TASK REQUIREMENTS - The entries below contain a stretch that opens with the line containing "customerName: string;" and closes with the line containing "fill source and"; set down that stretch exactly, both ends included, and nothing else.

[Extracted data entries]

·····

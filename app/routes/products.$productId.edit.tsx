import { redirect } from "react-router";
import { requireArea } from "~/.server/guard";
import { productForEdit } from "~/.server/routebook/queries/products";
import { refusedAnswer } from "~/.server/command-result";
import { saveProduct } from "~/.server/routebook/commands/products";
import { EntryFormPage } from "~/components/routebook/entry-form";
import { ProductForm } from "~/components/routebook/simple-forms";
import { formObject } from "~/lib/forms/fields";
import { parseProductForm } from "~/lib/forms/routebook";
import { idParam, notFoundPage } from "~/lib/route-params";
import type { Route } from "./+types/products.$productId.edit";

export const meta: Route.MetaFunction = ({ loaderData }) => [{ title: `${loaderData?.product.name ?? "Product"} · Patina` }];

export async function loader({ params, context }: Route.LoaderArgs) {
  const scope = requireArea(context, "routebookEdit");
  const product = await productForEdit(scope, idParam(params, "productId", "product"));
  if (!product) notFoundPage("No product with that number in your company.");
  return { product };
}

export async function action({ request, params, context }: Route.ActionArgs) {
  const scope = requireArea(context, "routebookEdit");
  const productId = idParam(params, "productId", "product");
  const parsed = parseProductForm(formObject(await request.formData()));
  if (!parsed.ok) return refusedAnswer({ fieldErrors: parsed.fieldErrors, formError: null });
  const result = await saveProduct(scope, productId, parsed.value);
  if (!result.ok) return refusedAnswer(result);
  throw redirect("/products");
}

export default function EditProduct({ loaderData, actionData }: Route.ComponentProps) {
  return (
    <EntryFormPage title={`Product: ${loaderData.product.name}`}>
      <ProductForm product={loaderData.product} answer={actionData} />
    </EntryFormPage>
  );
}

export { ErrorPanel as ErrorBoundary } from "~/components/error-panel";
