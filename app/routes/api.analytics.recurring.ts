import { readAnalyticsRequest } from "~/.server/analytics/request";
import { recurringPools, recurringReadings } from "~/.server/analytics/queries/recurring-pools";
import { recurringQuery } from "~/lib/analytics/params";
import type { Route } from "./+types/api.analytics.recurring";

export async function loader({ request, context }: Route.LoaderArgs) {
  const { scope, query, window, thresholds } = await readAnalyticsRequest(request, context, "recurring", recurringQuery, "api");
  const params = {
    window,
    thresholds,
    metal: query.metal ?? null,
    recurrenceWindowDays: query.recurrenceWindowDays,
    chronicAfterDays: query.chronicAfterDays,
  };
  if (query.include === "readings") return Response.json(await recurringReadings(scope, params));
  return Response.json(await recurringPools(scope, params));
}
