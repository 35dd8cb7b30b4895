import { and, asc, count, eq, inArray, max, min } from "drizzle-orm";
import type { MetalReading } from "@analysis/metals/reading";
import type {
  Equipment,
  EquipmentKind,
  ExchangerMetal,
  FillSourceKind,
  PoolProfile,
  SanitiserSystem,
} from "@analysis/metals/route-book";
import { db } from "../../db/client";
import { type EQUIPMENT_KINDS, equipment, fillSources, pools, routes, type SANITISERS, type SOURCE_KINDS, sourceTests, waterTests } from "../../db/schema";
import { type Scope, poolsInScope } from "../../scope";
import { metalReading, withinWindow } from "../metal-readings";
import type { AnalyticsWindow } from "./window";

// The stored enum values and the analysis core's names differ in spelling only.
export const SOURCE_KIND: Record<(typeof SOURCE_KINDS)[number], FillSourceKind> = {
  municipal: "municipal",
  private_well: "private-well",
  shared_well: "shared-well",
  trucked: "trucked",
  other: "other",
};
export const SANITISER: Record<(typeof SANITISERS)[number], SanitiserSystem> = {
  chlorine: "chlorine",
  salt_generator: "salt-chlorine-generator",
  mineral_assist: "mineral-ioniser-assist",
  other: "other",
};
const EQUIPMENT_KIND: Record<(typeof EQUIPMENT_KINDS)[number], EquipmentKind> = {
  heater: "heater",
  heat_pump: "heat-pump",
  salt_cell: "salt-cell",
  pump: "pump",
  filter: "filter",
  ioniser: "ioniser",
  other: "other",
};

function exchangerMetal(stored: string | null): ExchangerMetal | null {
  if (stored === null) return null;
  return stored === "copper" || stored === "cupronickel" || stored === "titanium" ? stored : "none-unknown";
}

/** A stored calendar date ("YYYY-MM-DD") as the epoch milliseconds of its UTC midnight. */
export function dayToMs(day: string | null): number | null {
  return day ? Date.parse(`${day}T00:00:00Z`) : null;
}

export type PoolLabel = {
  poolId: number;
  street: string;
  customerName: string;
  routeId: number | null;
  routeName: string | null;
  fillSourceId: number | null;
  fillSourceName: string | null;
  fillSourceKind: (typeof SOURCE_KINDS)[number] | null;
  neighbourhood: string | null;
};

export type RouteBookProfiles = {
  profiles: PoolProfile[];
  labels: Map<number, PoolLabel>;
};

/**
 * What the analysis needs to know about each pool in scope: fill source and
 * its kind, neighbourhood, route, surface, sanitiser, and the heaters and
 * ionisers with their install and removal dates and exchanger metal.
 */
export async function poolProfiles(scope: Scope, options: { poolIds?: readonly number[] } = {}): Promise<RouteBookProfiles> {
  if (options.poolIds && options.poolIds.length === 0) return { profiles: [], labels: new Map() };
  const onlyThese = options.poolIds ? inArray(pools.id, [...options.poolIds]) : undefined;
  const [rows, fitted] = await Promise.all([
    db()
      .select({
        poolId: pools.id,
        street: pools.street,
        customerName: pools.customerName,
        routeId: pools.routeId,
        routeName: routes.name,
        fillSourceId: pools.fillSourceId,
        fillSourceName: fillSources.name,
        fillSourceKind: fillSources.kind,
        neighbourhood: pools.neighbourhood,
        surface: pools.surface,
        sanitiser: pools.sanitiser,
      })
      .from(pools)
      .leftJoin(routes, eq(routes.id, pools.routeId))
      .leftJoin(fillSources, eq(fillSources.id, pools.fillSourceId))
      .where(and(poolsInScope(scope), onlyThese))
      .orderBy(asc(pools.id)),
    db()
      .select({
        id: equipment.id,
        poolId: equipment.poolId,
        kind: equipment.kind,
        exchangerMetal: equipment.exchangerMetal,
        installedOn: equipment.installedOn,
        removedOn: equipment.removedOn,
      })
      .from(equipment)
      .innerJoin(pools, eq(pools.id, equipment.poolId))
      .where(
        and(
          poolsInScope(scope),
          eq(equipment.companyId, scope.companyId),
          inArray(equipment.kind, ["heater", "heat_pump", "ioniser"]),
          options.poolIds ? inArray(equipment.poolId, [...options.poolIds]) : undefined,
        ),
      ),
  ]);
  const equipmentByPool = new Map<number, Equipment[]>();
  for (const e of fitted) {
    const list = equipmentByPool.get(e.poolId) ?? [];
    list.push({
      id: String(e.id),
      kind: EQUIPMENT_KIND[e.kind],
      exchangerMetal: exchangerMetal(e.exchangerMetal),
      installedAt: dayToMs(e.installedOn),
      removedAt: dayToMs(e.removedOn),
    });
    equipmentByPool.set(e.poolId, list);
  }
  const labels = new Map<number, PoolLabel>();
  const profiles = rows.map((r) => {
    labels.set(r.poolId, {
      poolId: r.poolId,
      street: r.street,
      customerName: r.customerName,
      routeId: r.routeId,
      routeName: r.routeName,
      fillSourceId: r.fillSourceId,
      fillSourceName: r.fillSourceName,
      fillSourceKind: r.fillSourceKind,
      neighbourhood: r.neighbourhood,
    });
    return {
      poolId: String(r.poolId),
      fillSourceId: r.fillSourceId === null ? null : String(r.fillSourceId),
      fillSourceKind: r.fillSourceKind === null ? null : SOURCE_KIND[r.fillSourceKind],
      neighbourhood: r.neighbourhood,
      routeId: r.routeId === null ? null : String(r.routeId),
      surface: r.surface,
      sanitiser: r.sanitiser === null ? null : SANITISER[r.sanitiser],
      equipment: equipmentByPool.get(r.poolId) ?? [],
    } satisfies PoolProfile;
  });
  return { profiles, labels };
}

export type ObservedSpan = { poolId: string; firstAt: number; lastAt: number; tests: number };

/**
 * Each pool's first and last test in the window (any analyte): the time it
 * was observed. Grouped in MariaDB, one row per pool.
 */
export async function observedSpans(scope: Scope, window: AnalyticsWindow): Promise<ObservedSpan[]> {
  const rows = await db()
    .select({
      poolId: waterTests.poolId,
      firstAt: min(waterTests.sampledAt),
      lastAt: max(waterTests.sampledAt),
      tests: count(),
    })
    .from(waterTests)
    .innerJoin(pools, eq(pools.id, waterTests.poolId))
    .where(and(poolsInScope(scope), eq(waterTests.companyId, scope.companyId), ...withinWindow(waterTests.sampledAt, window)))
    .groupBy(waterTests.poolId);
  return rows
    .filter((r) => r.firstAt !== null && r.lastAt !== null)
    .map((r) => ({ poolId: String(r.poolId), firstAt: r.firstAt!.getTime(), lastAt: r.lastAt!.getTime(), tests: r.tests }));
}

export type SourceTestRow = {
  id: number;
  fillSourceId: number;
  sampledOn: string;
  copper: MetalReading | null;
  iron: MetalReading | null;
  manganese: MetalReading | null;
};

/** Fill-water tests of the company's sources (optionally only some sources), oldest first. */
export async function sourceTestRows(companyId: number, sourceIds?: readonly number[]): Promise<SourceTestRow[]> {
  if (sourceIds && sourceIds.length === 0) return [];
  const rows = await db()
    .select()
    .from(sourceTests)
    .where(and(eq(sourceTests.companyId, companyId), sourceIds ? inArray(sourceTests.fillSourceId, [...sourceIds]) : undefined))
    .orderBy(asc(sourceTests.fillSourceId), asc(sourceTests.sampledOn));
  return rows.map((r) => ({
    id: r.id,
    fillSourceId: r.fillSourceId,
    sampledOn: r.sampledOn,
    copper: metalReading(r.copper, r.copperBelowDetection),
    iron: metalReading(r.iron, r.ironBelowDetection),
    manganese: metalReading(r.manganese, r.manganeseBelowDetection),
  }));
}
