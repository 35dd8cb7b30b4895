import { data, Form, redirect } from "react-router";
import { z } from "zod";
import { currentUser } from "~/.server/guard";
import { signInWithThrottle } from "~/.server/security/sign-in-throttle";
import { PublicSubmit, TextField } from "~/components/mail/public-card";
import { PatinaMark } from "~/components/patina-mark";
import { TextLink } from "~/components/text-link";
import { safeNext } from "~/lib/safe-next";
import type { Route } from "./+types/sign-in";

export const meta: Route.MetaFunction = () => [{ title: "Sign in · Patina" }];

const signInSchema = z.object({
  email: z.email({ error: "Enter the e-mail address you were invited with." }),
  password: z.string().min(1, { error: "Enter your password." }),
  next: z.string().optional(),
});

export async function loader({ request }: Route.LoaderArgs) {
  const next = safeNext(new URL(request.url).searchParams.get("next"));
  if (await currentUser(request)) throw redirect(next);
  return { next };
}

export async function action({ request, context }: Route.ActionArgs) {
  const parsed = signInSchema.safeParse(Object.fromEntries(await request.formData()));
  if (!parsed.success) {
    const fieldErrors: Record<string, string> = {};
    for (const issue of parsed.error.issues) fieldErrors[String(issue.path[0])] ??= issue.message;
    return data({ fieldErrors, formError: null }, { status: 400 });
  }
  const outcome = await signInWithThrottle(request, context, parsed.data.email, parsed.data.password);
  if (outcome.ok) {
    const headers = new Headers();
    for (const cookie of outcome.cookies) headers.append("Set-Cookie", cookie);
    return redirect(safeNext(parsed.data.next), { headers });
  }
  if (outcome.status === 429) {
    return data(
      { fieldErrors: {}, formError: outcome.message },
      { status: 429, headers: { "Retry-After": String(outcome.retryAfterSeconds) } },
    );
  }
  return data({ fieldErrors: {}, formError: "That e-mail and password do not match an account." }, { status: 401 });
}

export default function SignIn({ loaderData, actionData }: Route.ComponentProps) {
  const fieldErrors: Record<string, string | undefined> = actionData?.fieldErrors ?? {};
  return (
    <main className="mx-auto flex min-h-dvh max-w-sm flex-col justify-center px-5 py-10">
      <div className="mb-8 flex items-center gap-3">
        <PatinaMark className="size-10" />
        <div>
          <p className="text-2xl font-semibold tracking-tight">Patina</p>
          <p className="text-sm text-muted">Water records and metal tracking for pool routes</p>
        </div>
      </div>
      <Form method="post" className="space-y-4 rounded-2xl border border-line bg-white p-6 shadow-sm" noValidate>
        <h1 className="text-lg font-semibold">Sign in</h1>
        <input type="hidden" name="next" value={loaderData.next} />
        <TextField name="email" label="E-mail" type="email" autoComplete="username" error={fieldErrors.email} />
        <TextField name="password" label="Password" type="password" autoComplete="current-password" error={fieldErrors.password} />
        <PublicSubmit formError={actionData?.formError} busyText="Signing in…">
          Sign in
        </PublicSubmit>
        <p className="text-center text-sm">
          <TextLink to="/forgot-password">Forgot your password?</TextLink>
        </p>
      </Form>
    </main>
  );
}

·····

TASK OUTPUT -
  customerName: string;
  routeId: number | null;
  routeName: string | null;
  fillSourceId: number | null;
  fillSourceName: string | null;
  fillSourceKind: (typeof SOURCE_KINDS)[number] | null;
  neighbourhood: string | null;
};

export type RouteBookProfiles = {
  profiles: PoolProfile[];
  labels: Map<number, PoolLabel>;
};

/**
 * What the analysis needs to know about each pool in scope: fill source and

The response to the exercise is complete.